• **AIM OF THE TASK**
Every line below that has the string "memory" adds one to the count. Give that count by itself.

Collected data:
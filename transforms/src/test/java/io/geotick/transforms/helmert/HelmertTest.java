package io.geotick.transforms.helmert;

import static org.assertj.core.api.Assertions.assertThat;
import static org.assertj.core.api.Assertions.assertThatThrownBy;
import static org.assertj.core.api.Assertions.within;

import io.geotick.geodesy.InvalidCoordinateException;
import io.geotick.geodesy.position.EcefPosition;
import java.util.Random;
import org.junit.jupiter.api.Test;

class HelmertTest {
    // Parameter sets of realistic size (OSGB 1936 → WGS 84, EPSG 1314, from memory); used here only as
    // "large" values for algebraic checks.
    private static final HelmertParameters LARGE = HelmertParameters.of(446.448, -125.157, 542.06, 0.15, 0.247,
        0.842, -20.489);
    private static final EcefPosition P = EcefPosition.of(3909833.018, -147097.1376, 5020322.2012);

    @Test
    void conventionsDifferOnlyInTheSignOfTheRotations() {
        // Source: IOGP Guidance Note 7-2, §4.3.3: PV and CF are the same transformation with rotations negated.
        Helmert pv = Helmert.positionVector(LARGE);
        Helmert cf = Helmert.coordinateFrame(LARGE.withRotationsNegated());
        assertThat(pv.apply(P).distanceTo(cf.apply(P))).isLessThan(1e-9);
        assertThat(pv.inConvention(RotationConvention.COORDINATE_FRAME).apply(P).distanceTo(pv.apply(P)))
            .isLessThan(1e-9);
        // The classic mix-up (same numbers, wrong convention) moves the point by tens of metres here.
        assertThat(Helmert.coordinateFrame(LARGE).apply(P).distanceTo(pv.apply(P))).isGreaterThan(20);
    }

    @Test
    void exactInverseRoundTripsToTheNanometre() {
        // Source: algebraic identity (common practice: round trip of every method).
        Random r = new Random(7);
        for (RotationForm form : RotationForm.values()) {
            for (RotationConvention c : RotationConvention.values()) {
                Helmert h = Helmert.of(LARGE, c, form);
                GeocentricTransform inv = h.inverse();
                for (int i = 0; i < 1000; i++) {
                    EcefPosition p = EcefPosition.of(6.4e6 * (2 * r.nextDouble() - 1),
                        6.4e6 * (2 * r.nextDouble() - 1), 6.4e6 * (2 * r.nextDouble() - 1));
                    assertThat(inv.apply(h.apply(p)).distanceTo(p)).isLessThan(3e-9);
                }
                assertThat(inv.inverse()).isSameAs(h);
            }
        }
    }

    @Test
    void signReversalIsFirstOrderOnly() {
        // Source: IOGP Guidance Note 7-2, §4.3.3 (reverse by sign reversal is an approximation); the size
        // of the second-order terms is |D|²R + |D||T| ≈ (2e-5)²·6.4e6 + 2e-5·700 ≈ 1.6e-2 m here.
        Helmert h = Helmert.positionVector(LARGE);
        EcefPosition t = h.apply(P);
        double diff = h.signReversalDifference(t);
        assertThat(diff).isBetween(1e-3, 3e-2);
        assertThat(h.reversedBySignReversal().apply(t).distanceTo(P)).isCloseTo(diff, within(1e-6));
    }

    @Test
    void rigorousAndSmallAngleDifferBySecondOrderTerms() {
        // Source: r²R/2 estimate of the omitted terms (common practice); r = 10″ → ~3e-3 m... 1e-2 m.
        HelmertParameters big = HelmertParameters.of(0, 0, 0, 10, -10, 10, 0);
        Helmert small = Helmert.positionVector(big);
        Helmert rig = small.withForm(RotationForm.RIGOROUS);
        double d = small.apply(P).distanceTo(rig.apply(P));
        double r = 10 * Math.PI / 648000;
        assertThat(d).isBetween(0.1 * r * r * 6.4e6, 3 * r * r * 6.4e6);
        // The rigorous matrix is orthogonal: it preserves lengths exactly.
        assertThat(rig.apply(P).norm()).isCloseTo(P.norm(), within(1e-8));
    }

    @Test
    void rigorousSingleAxisRotationIsTheTextbookFrameRotation() {
        // Source: coordinate-frame rotation of the axes by θ about Z (IOGP GN 7-2, §4.3.3: axes rotate,
        // points stay): x' = x cos θ + y sin θ, y' = −x sin θ + y cos θ; position vector turns the point
        // the other way.
        double arcsec = 3600 * 30; // 30°: large enough that the small-angle form is visibly wrong
        double t = Math.toRadians(30);
        Helmert cf = Helmert.of(HelmertParameters.of(0, 0, 0, 0, 0, arcsec, 0), RotationConvention.COORDINATE_FRAME,
            RotationForm.RIGOROUS);
        EcefPosition q = cf.apply(P);
        assertThat(q.x()).isCloseTo(P.x() * Math.cos(t) + P.y() * Math.sin(t), within(1e-8));
        assertThat(q.y()).isCloseTo(-P.x() * Math.sin(t) + P.y() * Math.cos(t), within(1e-8));
        assertThat(q.z()).isCloseTo(P.z(), within(1e-8));
        EcefPosition pv = cf.inConvention(RotationConvention.POSITION_VECTOR).apply(P);
        assertThat(pv.distanceTo(q)).isLessThan(1e-8);
        EcefPosition back = Helmert.of(HelmertParameters.of(0, 0, 0, 0, 0, arcsec, 0),
            RotationConvention.POSITION_VECTOR, RotationForm.RIGOROUS).apply(q);
        assertThat(back.distanceTo(P)).isLessThan(1e-8);
    }

    @Test
    void timeDependentSignReversalIsFirstOrder() {
        TimeDependentHelmert t = TimeDependentHelmert.of(HelmertParameters.ofMillimetres(-84.68, -19.42, 32.01,
            -0.4254, 2.2578, 2.4015, 9.710), HelmertParameters.ofMillimetres(1.42, 1.34, 0.90, 1.5461, 1.1820,
            1.1551, 0.109), io.geotick.transforms.Epoch.of(1994.0), RotationConvention.COORDINATE_FRAME);
        io.geotick.transforms.Epoch e = io.geotick.transforms.Epoch.of(2013.9);
        EcefPosition g = t.apply(P, e);
        double d = t.reversedBySignReversal().apply(g, e).distanceTo(t.at(e).inverse().apply(g));
        assertThat(d).isBetween(1e-10, 1e-6);
    }

    @Test
    void arrayVariantMatchesSinglePointsAndWorksInPlace() {
        Helmert h = Helmert.coordinateFrame(LARGE);
        double[] buf = {P.x(), P.y(), P.z(), 1e6, 2e6, 3e6};
        double[] copy = buf.clone();
        h.apply(buf, 0, buf, 0, 2);
        EcefPosition a = h.apply(P);
        EcefPosition b = h.apply(EcefPosition.of(copy[3], copy[4], copy[5]));
        assertThat(buf).containsExactly(a.x(), a.y(), a.z(), b.x(), b.y(), b.z());
    }

    @Test
    void nanIsRejectedNamingThePoint() {
        Helmert h = Helmert.positionVector(LARGE);
        double[] buf = {1, 2, 3, 4, Double.NaN, 6};
        assertThatThrownBy(() -> h.apply(buf, 0, buf, 0, 2)).isInstanceOf(InvalidCoordinateException.class)
            .hasMessageContaining("point 1").hasMessageContaining("NaN");
        assertThatThrownBy(() -> HelmertParameters.of(0, 0, Double.NaN, 0, 0, 0, 0))
            .isInstanceOf(IllegalArgumentException.class).hasMessageContaining("tz");
    }

    @Test
    void geocentricTranslationInverseIsExact() {
        GeocentricTranslation t = GeocentricTranslation.of(-87, -98, -121);
        assertThat(t.inverse().apply(t.apply(P)).distanceTo(P)).isLessThan(2e-9);
        assertThat(t.description()).contains("9603");
    }

    @Test
    void conventionParsing() {
        assertThat(RotationConvention.parse("position-vector")).isEqualTo(RotationConvention.POSITION_VECTOR);
        assertThat(RotationConvention.parse("9607")).isEqualTo(RotationConvention.COORDINATE_FRAME);
        assertThatThrownBy(() -> RotationConvention.parse("sideways")).hasMessageContaining("sideways");
    }
}
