package io.geotick.transforms.helmert;

import static org.assertj.core.api.Assertions.assertThat;
import static org.assertj.core.api.Assertions.assertThatThrownBy;
import static org.junit.jupiter.api.Assumptions.assumeTrue;

import io.geotick.geodesy.InvalidCoordinateException;
import io.geotick.geodesy.simd.Simd;
import java.util.Arrays;
import java.util.Random;
import org.junit.jupiter.api.Test;

/**
 * The SIMD kernel of the Helmert arrays against the scalar code, bit for bit. These tests run in the
 * build's second test pass, with {@code --add-modules jdk.incubator.vector}; without the module they are
 * skipped. The formulas themselves are checked against IOGP worked examples in reference-tests.
 */
class AffineVectorKernelTest {
    // Source: EPSG transformation 1314 (OSGB 1936 → WGS 84, position vector), values from memory; any
    // parameter set serves here, since the kernel is compared with the scalar code.
    private static final Helmert OSGB = Helmert.positionVector(
        HelmertParameters.of(446.448, -125.157, 542.06, 0.15, 0.247, 0.842, -20.489));
    private static final Helmert RIGOROUS = Helmert.of(HelmertParameters.of(-0.5, 1.2, 3.3, 12.5, -8.1, 30.2, 4.5),
        RotationConvention.COORDINATE_FRAME, RotationForm.RIGOROUS);

    private static double[] randomEcef(int n, long seed) {
        Random r = new Random(seed);
        double[] e = new double[3 * n];
        for (int i = 0; i < 3 * n; i++) {
            e[i] = (r.nextDouble() - 0.5) * 1.4e7 * (i % 7 == 0 ? 5 : 1);
        }
        return e;
    }

    private static double[] scalar(Helmert h, double[] in, int inOffset, int n) {
        double[] out = new double[3 * n];
        h.kernel().applyScalar(in, inOffset, out, 0, 0, n);
        return out;
    }

    private static long[] bits(double[] a) {
        return Arrays.stream(a).mapToLong(Double::doubleToRawLongBits).toArray();
    }

    @Test
    void theArraysMatchTheScalarCodeBitForBit() {
        assumeTrue(Simd.enabled(), Simd.status());
        for (Helmert h : new Helmert[] {OSGB, RIGOROUS, OSGB.reversedBySignReversal()}) {
            for (int n : new int[] {1, 7, 8, 9, 64, 1000, 1001}) {
                for (int offset : new int[] {0, 1, 2, 5}) {
                    double[] in = new double[3 * n + offset + 1];
                    System.arraycopy(randomEcef(n, n + offset), 0, in, offset, 3 * n);
                    double[] out = new double[3 * n];
                    h.apply(in, offset, out, 0, n);
                    assertThat(bits(out)).as("n %s, offset %s", n, offset).isEqualTo(bits(scalar(h, in, offset, n)));
                }
            }
        }
    }

    @Test
    void inPlaceGivesTheSameResults() {
        assumeTrue(Simd.enabled(), Simd.status());
        int n = 1000;
        double[] in = randomEcef(n, 5);
        double[] expected = scalar(OSGB, in, 0, n);
        OSGB.apply(in, 0, in, 0, n);
        assertThat(bits(in)).isEqualTo(bits(expected));
    }

    @Test
    void aNonFinitePointIsReportedByIndexAndThePointsBeforeItAreTransformed() {
        assumeTrue(Simd.enabled(), Simd.status());
        int n = 1000;
        for (double bad : new double[] {Double.NaN, Double.POSITIVE_INFINITY}) {
            double[] in = randomEcef(n, 6);
            in[3 * 433 + 1] = bad;
            double[] expected = scalar(OSGB, Arrays.copyOf(in, 3 * 433), 0, 433);
            double[] out = new double[3 * n];
            Arrays.fill(out, -1);
            assertThatThrownBy(() -> OSGB.apply(in, 0, out, 0, n)).isInstanceOf(InvalidCoordinateException.class)
                .hasMessageStartingWith("point 433: ");
            assertThat(bits(Arrays.copyOf(out, 3 * 433))).isEqualTo(bits(expected));
            assertThat(Arrays.copyOfRange(out, 3 * 433, 3 * n)).containsOnly(-1.0);
        }
    }

    @Test
    void hugeButFiniteCoordinatesGiveTheScalarResults() {
        assumeTrue(Simd.enabled(), Simd.status());
        int n = 64;
        double[] in = randomEcef(n, 8);
        in[3 * 20] = 1e308; // overflows to infinity in the scalar code too, without an error
        double[] out = new double[3 * n];
        OSGB.apply(in, 0, out, 0, n);
        assertThat(bits(out)).isEqualTo(bits(scalar(OSGB, in, 0, n)));
    }
}
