package io.geotick.transforms.helmert;

import static org.assertj.core.api.Assertions.assertThat;
import static org.assertj.core.api.Assertions.assertThatThrownBy;
import static org.assertj.core.api.Assertions.within;

import io.geotick.geodesy.position.EcefPosition;
import io.geotick.transforms.EcefVelocity;
import io.geotick.transforms.Epoch;
import io.geotick.transforms.MissingEpochException;
import org.junit.jupiter.api.Test;

class TimeDependentHelmertTest {
    private static final TimeDependentHelmert T = TimeDependentHelmert.of(
        HelmertParameters.ofMillimetres(10, 20, 30, 1, 2, 3, 4),
        HelmertParameters.ofMillimetres(1, -1, 2, 0.1, 0.2, -0.3, 0.05), Epoch.of(2010.0),
        RotationConvention.POSITION_VECTOR);
    private static final EcefPosition P = EcefPosition.of(4027894.006, 307045.600, 4919474.910);

    @Test
    void parametersAreLinearInTime() {
        // Source: IOGP Guidance Note 7-2, §4.3.5: P(t) = P(t0) + Ṗ (t − t0).
        HelmertParameters p = T.parametersAt(Epoch.of(2020.0));
        assertThat(p.tx()).isCloseTo(0.020, within(1e-15));
        assertThat(p.rz()).isCloseTo(0.0, within(1e-15));
        assertThat(p.ds()).isCloseTo(0.0045, within(1e-15));
        assertThat(T.epsgMethod()).isEqualTo(1053);
    }

    @Test
    void missingEpochIsAnErrorNamingTheMethod() {
        assertThatThrownBy(() -> T.apply(P, null)).isInstanceOf(MissingEpochException.class)
            .hasMessageContaining("1053").hasMessageContaining("coordinate epoch");
    }

    @Test
    void roundTripAtAnEpoch() {
        Epoch t = Epoch.of(2024.3);
        assertThat(T.at(t).inverse().apply(T.apply(P, t)).distanceTo(P)).isLessThan(2e-9);
    }

    @Test
    void velocityTransformIsTheTimeDerivative() {
        // Source: numerical derivative of the position transformation (common practice).
        EcefVelocity v = EcefVelocity.ofMillimetresPerYear(-14, 18, 11);
        Epoch t = Epoch.of(2020.0);
        EcefVelocity vt = T.applyToVelocity(P, v, t);
        double dt = 1e-3;
        EcefPosition p1 = EcefPosition.of(P.x() + v.vx() * dt, P.y() + v.vy() * dt, P.z() + v.vz() * dt);
        EcefPosition a = T.apply(P, t);
        EcefPosition b = T.apply(p1, Epoch.of(2020.0 + dt));
        assertThat((b.x() - a.x()) / dt).isCloseTo(vt.vx(), within(1e-5));
        assertThat((b.y() - a.y()) / dt).isCloseTo(vt.vy(), within(1e-5));
        assertThat((b.z() - a.z()) / dt).isCloseTo(vt.vz(), within(1e-5));
    }

    @Test
    void epochFactories() {
        assertThat(Epoch.from(java.time.LocalDate.of(2024, 1, 1)).decimalYear()).isEqualTo(2024.0);
        assertThat(Epoch.parse("2023-07-02").decimalYear()).isCloseTo(2023 + 182 / 365.0, within(1e-12));
        assertThat(Epoch.parse("2015.5").decimalYear()).isEqualTo(2015.5);
        assertThatThrownBy(() -> Epoch.parse("soon")).hasMessageContaining("soon");
        assertThatThrownBy(() -> Epoch.of(Double.NaN)).hasMessageContaining("NaN");
    }
}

• **RESPONSE TO THE TASK**
2